#### WORK REQUEST:
Reproduce each entry below verbatim.

*** Opening RECORDS SUPPLIED ***

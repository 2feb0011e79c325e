package org.riffle.log;

/**
 * The reduced form of a reading pass that has filled the memory it may use (see {@link Reduction}). Takes
 * over the full columns at that moment and keeps {@code keep} rows of them: the first half as the head
 * (the start of the log), the second half, the latest rows read, as a ring that always holds the latest
 * rows; every row, those already read included, goes into the {@link Blocks}. The pass keeps writing each row into {@code cols.rows}, which
 * this class points at the ring slot to overwrite next; {@link #finish()} turns the ring back into file
 * order.
 *
 * <p>Mutable; confined to the reading thread.
 */
final class Reducer {
    private final Columns cols;
    private final Blocks blocks;
    private final RowLines headLines;
    private final int head;
    private final int tail;
    private final long[] tailLines;
    private long tailSeen;

    /**
     * Starts reducing: {@code cols} is full at {@code cols.rows} rows, read from the lines in
     * {@code lines}; {@code keep} of them (at most all, at least 2) stay at full resolution.
     */
    Reducer(Columns cols, RowLines lines, int[] valueColumns, int blockCapacity, int keep) {
        int cap = cols.rows;
        int kept = Math.max(2, Math.min(cap, keep));
        this.cols = cols;
        this.head = kept / 2;
        this.tail = kept - head;
        this.blocks = new Blocks(valueColumns, blockCapacity);
        for (int r = 0; r < cap; r++) {
            blocks.add(cols.values, r);
        }
        this.headLines = lines;
        this.tailLines = new long[tail];
        for (int k = 0; k < tail; k++) {
            tailLines[k] = lines.line(cap - tail + k);
        }
        cols.keep(head, cap - tail, tail);
        this.tailSeen = tail;
        cols.rows = head;
    }

    /** Counts the row just written at {@code cols.rows}, read from {@code line}, and moves to the next slot. */
    void commit(long line) {
        int s = cols.rows;
        blocks.add(cols.values, s);
        tailLines[s - head] = line;
        tailSeen++;
        cols.rows = head + (int) (tailSeen % tail);
    }

    /** Rows of the whole log committed so far. */
    long rows() {
        return blocks.rows();
    }

    int head() {
        return head;
    }

    /** The first log row of the tail. */
    long tailFrom() {
        return blocks.rows() - tail;
    }

    Blocks blocks() {
        return blocks;
    }

    /** Puts the ring in file order and sets the row count to the rows kept; returns their lines. */
    RowLines finish() {
        int r = (int) (tailSeen % tail);
        for (float[] v : cols.values) {
            if (v != null) {
                rotate(v, r);
            }
        }
        if (cols.seconds != null) {
            rotate(cols.seconds, r);
        }
        rotate(tailLines, r);
        cols.rows = head + tail;
        RowLines out = new RowLines();
        for (int i = 0; i < head; i++) {
            out.note(i, headLines.line(i));
        }
        for (int k = 0; k < tail; k++) {
            out.note(head + k, tailLines[k]);
        }
        return out;
    }

    /** Rotates {@code a[head, head + tail)} left by {@code r} (three reversals, no extra memory). */
    private void rotate(float[] a, int r) {
        reverse(a, head, head + r);
        reverse(a, head + r, head + tail);
        reverse(a, head, head + tail);
    }

    private void rotate(double[] a, int r) {
        reverse(a, head, head + r);
        reverse(a, head + r, head + tail);
        reverse(a, head, head + tail);
    }

    private static void rotate(long[] a, int r) {
        reverse(a, 0, r);
        reverse(a, r, a.length);
        reverse(a, 0, a.length);
    }

    private static void reverse(float[] a, int from, int to) {
        for (int i = from, j = to - 1; i < j; i++, j--) {
            float x = a[i];
            a[i] = a[j];
            a[j] = x;
        }
    }

    private static void reverse(double[] a, int from, int to) {
        for (int i = from, j = to - 1; i < j; i++, j--) {
            double x = a[i];
            a[i] = a[j];
            a[j] = x;
        }
    }

    private static void reverse(long[] a, int from, int to) {
        for (int i = from, j = to - 1; i < j; i++, j--) {
            long x = a[i];
            a[i] = a[j];
            a[j] = x;
        }
    }
}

*** Closing RECORDS SUPPLIED ***

#### EXERCISE SOLUTION:
repository 2feb0011e79c325e
package org.riffle.log;

/**
 * The reduced form of a reading pass that has filled the memory it may use (see {@link Reduction}). Takes
 * over the full columns at that moment and keeps {@code keep} rows of them: the first half as the head
 * (the start of the log), the second half, the latest rows read, as a ring that always holds the latest
 * rows; every row, those already read included, goes into the {@link Blocks}. The pass keeps writing each row into {@code cols.rows}, which
 * this class points at the ring slot to overwrite next; {@link #finish()} turns the ring back into file
 * order.
 *
 * <p>Mutable; confined to the reading thread.
 */
final class Reducer {
    private final Columns cols;
    private final Blocks blocks;
    private final RowLines headLines;
    private final int head;
    private final int tail;
    private final long[] tailLines;
    private long tailSeen;

    /**
     * Starts reducing: {@code cols} is full at {@code cols.rows} rows, read from the lines in
     * {@code lines}; {@code keep} of them (at most all, at least 2) stay at full resolution.
     */
    Reducer(Columns cols, RowLines lines, int[] valueColumns, int blockCapacity, int keep) {
        int cap = cols.rows;
        int kept = Math.max(2, Math.min(cap, keep));
        this.cols = cols;
        this.head = kept / 2;
        this.tail = kept - head;
        this.blocks = new Blocks(valueColumns, blockCapacity);
        for (int r = 0; r < cap; r++) {
            blocks.add(cols.values, r);
        }
        this.headLines = lines;
        this.tailLines = new long[tail];
        for (int k = 0; k < tail; k++) {
            tailLines[k] = lines.line(cap - tail + k);
        }
        cols.keep(head, cap - tail, tail);
        this.tailSeen = tail;
        cols.rows = head;
    }

    /** Counts the row just written at {@code cols.rows}, read from {@code line}, and moves to the next slot. */
    void commit(long line) {
        int s = cols.rows;
        blocks.add(cols.values, s);
        tailLines[s - head] = line;
        tailSeen++;
        cols.rows = head + (int) (tailSeen % tail);
    }

    /** Rows of the whole log committed so far. */
    long rows() {
        return blocks.rows();
    }

    int head() {
        return head;
    }

    /** The first log row of the tail. */
    long tailFrom() {
        return blocks.rows() - tail;
    }

    Blocks blocks() {
        return blocks;
    }

    /** Puts the ring in file order and sets the row count to the rows kept; returns their lines. */
    RowLines finish() {
        int r = (int) (tailSeen % tail);
        for (float[] v : cols.values) {
            if (v != null) {
                rotate(v, r);
            }
        }
        if (cols.seconds != null) {
            rotate(cols.seconds, r);
        }
        rotate(tailLines, r);
        cols.rows = head + tail;
        RowLines out = new RowLines();
        for (int i = 0; i < head; i++) {
            out.note(i, headLines.line(i));
        }
        for (int k = 0; k < tail; k++) {
            out.note(head + k, tailLines[k]);
        }
        return out;
    }

    /** Rotates {@code a[head, head + tail)} left by {@code r} (three reversals, no extra memory). */
    private void rotate(float[] a, int r) {
        reverse(a, head, head + r);
        reverse(a, head + r, head + tail);
        reverse(a, head, head + tail);
    }

    private void rotate(double[] a, int r) {
        reverse(a, head, head + r);
        reverse(a, head + r, head + tail);
        reverse(a, head, head + tail);
    }

    private static void rotate(long[] a, int r) {
        reverse(a, 0, r);
        reverse(a, r, a.length);
        reverse(a, 0, a.length);
    }

    private static void reverse(float[] a, int from, int to) {
        for (int i = from, j = to - 1; i < j; i++, j--) {
            float x = a[i];
            a[i] = a[j];
            a[j] = x;
        }
    }

    private static void reverse(double[] a, int from, int to) {
        for (int i = from, j = to - 1; i < j; i++, j--) {
            double x = a[i];
            a[i] = a[j];
            a[j] = x;
        }
    }

    private static void reverse(long[] a, int from, int to) {
        for (int i = from, j = to - 1; i < j; i++, j--) {
            long x = a[i];
            a[i] = a[j];
            a[j] = x;
        }
    }
}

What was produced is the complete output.